Note that women of average risk are defined as “those who do not have a personal history of breast cancer or a previous diagnosis of a high-risk breast lesion, are not a high risk for breast cancer due to genetic mutations known to increase that risk (such as BRCA1/2 gene mutation or another familial breast cancer syndrome), and were not exposed to radiation therapy to the chest in childhood.”

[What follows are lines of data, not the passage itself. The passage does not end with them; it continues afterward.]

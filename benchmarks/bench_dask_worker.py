"""What a Dask worker's own threads cost gonogo's tasks, with its profiler and tick paused or not.

Invented data (like every benchmark here; the many-sites history of ``bench_sites.py``): a
two-worker Dask LocalCluster with Dask's default settings (one thread per worker process) prices
the same run again and again, in rounds, alternately with the worker's profiler and health tick
paused while gonogo's tasks run (``simulator.execution.dask_worker.QUIET``, as gonogo runs) and
running as Dask has them (``QUIET`` emptied in the workers). For each way: the run's wall time, the
processor time of the workers' task threads, and that of the workers' other threads (their event
loops: profiler, tick, heartbeats, transfers), from each thread's own counters (psutil, Linux), as
a share of the task threads' time. Medians over the rounds. The machine's other load makes wall
times drift; the processor times do not.

    .venv/bin/python benchmarks/bench_dask_worker.py                 # about 2 minutes here
    .venv/bin/python benchmarks/bench_dask_worker.py --sites 80 --rounds 5
"""

from __future__ import annotations

import argparse
import importlib
import os
import threading
import time

import numpy as np

from bench_sites import FIXED, sites_frame
from simulator import history_from_frame, run_history, scenario_from_text

WAYS = {"profiler and tick paused (gonogo)": None, "as Dask has them": ()}


def _thread_names() -> dict[int, str]:
    return {t.native_id: t.name for t in threading.enumerate()}


def _set_quiet(names) -> None:
    module = importlib.import_module("simulator.execution.dask_worker")
    if not hasattr(module, "_DEFAULT_QUIET"):
        module._DEFAULT_QUIET = module.QUIET
    module.QUIET = module._DEFAULT_QUIET if names is None else tuple(names)


def _cpu_by_thread(pid: int) -> dict[int, float]:
    import psutil

    return {t.id: t.user_time + t.system_time for t in psutil.Process(pid).threads()}


def main() -> None:
    parser = argparse.ArgumentParser(description=__doc__.split("\n\n")[0])
    parser.add_argument("--sites", type=int, default=40, help="sites with fixed costs (default 40)")
    parser.add_argument("--years", type=int, default=10, help="years of daily history (default 10)")
    parser.add_argument("--replicates", type=int, default=2000, help="replicate seasons (default 2000)")
    parser.add_argument("--rounds", type=int, default=4, help="rounds, each way once a round (default 4)")
    args = parser.parse_args()
    from distributed import Client, LocalCluster

    scenario = scenario_from_text(FIXED.format(replicates=args.replicates, step=0.01))
    history = history_from_frame(sites_frame(args.sites, args.years), scenario, label="invented")
    print(f"bench_dask_worker: {args.sites} sites x {args.years} years x {args.replicates:,} replicates x "
          f"{scenario.cutoffs.size} cutoffs; a two-worker LocalCluster, Dask's default settings")
    results: dict[str, list[tuple[float, float, float]]] = {way: [] for way in WAYS}
    with LocalCluster(n_workers=2, threads_per_worker=1, processes=True, dashboard_address=None) as cluster, \
            Client(cluster.scheduler_address) as client:
        client.run(importlib.import_module, "simulator.run")
        pids = client.run(os.getpid)
        run_history(scenario, history, cluster=cluster.scheduler_address)  # warm: every import made
        for r in range(args.rounds):
            order = list(WAYS) if r % 2 == 0 else list(WAYS)[::-1]
            for way in order:
                client.run(_set_quiet, WAYS[way])
                before = {w: _cpu_by_thread(pid) for w, pid in pids.items()}
                start = time.perf_counter()
                run_history(scenario, history, cluster=cluster.scheduler_address)
                wall = time.perf_counter() - start
                after = {w: _cpu_by_thread(pid) for w, pid in pids.items()}
                names = client.run(_thread_names)
                task = other = 0.0
                for w in pids:
                    for tid, seconds in after[w].items():
                        used = seconds - before[w].get(tid, 0.0)
                        if "Dask-Default-Threads" in names[w].get(tid, ""):
                            task += used
                        else:
                            other += used
                results[way].append((wall, task, other))
            print(f"  round {r + 1}: " + ", ".join(f"{way} {results[way][-1][0]:.1f} s" for way in WAYS), flush=True)
        client.run(_set_quiet, None)
    print(f"  median of {args.rounds} rounds (processor time summed over both workers):")
    for way, rows in results.items():
        wall, task, other = (float(np.median([row[i] for row in rows])) for i in range(3))
        share = float(np.median([row[2] / row[1] for row in rows]))
        print(f"    {way:34} run {wall:5.1f} s; task threads {task:5.2f} s; other threads {other:4.2f} s "
              f"({share:.0%} of the task threads')")


if __name__ == "__main__":
    main()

The ACP developed the Guideline to provide clinicians with a rigorous review of available guidelines and to develop its own guidance for clinicians based on an assessment of those guidelines. Utilizing the Appraisal of Guidelines for Research and Evaluation II (AGREE II) instrument, the Guideline assesses breast cancer screening guidelines from the following:

  • American College of Obstetricians and Gynecologists (ACOG)
  • American College of Radiology (ACR)
  • American Cancer Society (ACS)
  • Canadian Task Force on Preventive Health Care (CTFPHC)
  • National Comprehensive Cancer Network (NCCN)
  • S. Preventive Services Task Force (USPSTF)
  • World Health Organization (WHO)

The ACP found the guidelines from the ACS, CTFPHC, USPSTF, and WHO scored highest on the AGREE II instrument, while guidelines from the ACR, ACOG, and NCCN scored lowest. The ACP found that the lower scoring guidelines often inadequately described how they considered applicable factors (e.g., variance in studies reported, weighting of observational/modeling studies, etc.) in establishing guidelines, or they relied on lower-quality evidence. Further, the ACP asserted that the lower scoring guidelines rarely addressed the small absolute effect screening has on breast cancer mortality.

The Guideline discusses benefits and harms arising from mammography and clinical breast examinations (CBEs), as well as shortfalls of the assessed guidelines. There are also short summaries of each assessed guideline and its recommendations. Further, the Guideline breaks down each assessed guideline in a table, detailing its recommendations regarding: (1) a clinical breast examination (CBE); (2) age to begin mammography screening and/or initiate discussions about screening; (3) age to stop mammography screening; and (4) screening intervals. This should be quite useful to a radiation provider or supplier considering which screening standard to implement.

After reviewing the Guideline, it appears to be an amalgamation of the assessed guidelines. For instance, the ACOG and USPSTF guidelines recommend beginning discussions regarding screening at age 40; the ACOG, CTFPHC, USPSTF, and WHO guidelines each recommend screening to begin at age 50; the ACOG, USPSTF, and WHO guidelines recommend ending screening at age 75; and the ACS recommends ceasing screening if life expectancy is less than 10 years. The Guideline incorporated each of these recommendations into its own guidance.

It is important to note that the ACR has cautioned providers from relying on the Guideline. According to the ACR, biennial screenings of only women ages 50-74 may result in a higher mortality rate due to preventable breast cancer deaths. The ACR projects as many as 10,000 additional deaths per year due to such screening practices. The ACR believes the ACP fails to consider relevant trials indicating annual screening reduces mortality rates. Further, the ACR believes the ACP Guidelines fail to appropriately consider racial disparities, as non-white women have a higher rate of being diagnosed with breast cancer before age 50 and a higher mortality rate. Overall, the ACR believes the ACP Guideline greatly underestimates mammography benefits while overestimating potential harm. By contrast, the ACR recommends scheduling a risk assessment by the age of 30 to determine if earlier breast cancer screening is necessary, annual screening to begin at the age of 40, and continued screenings for as long as the woman is healthy.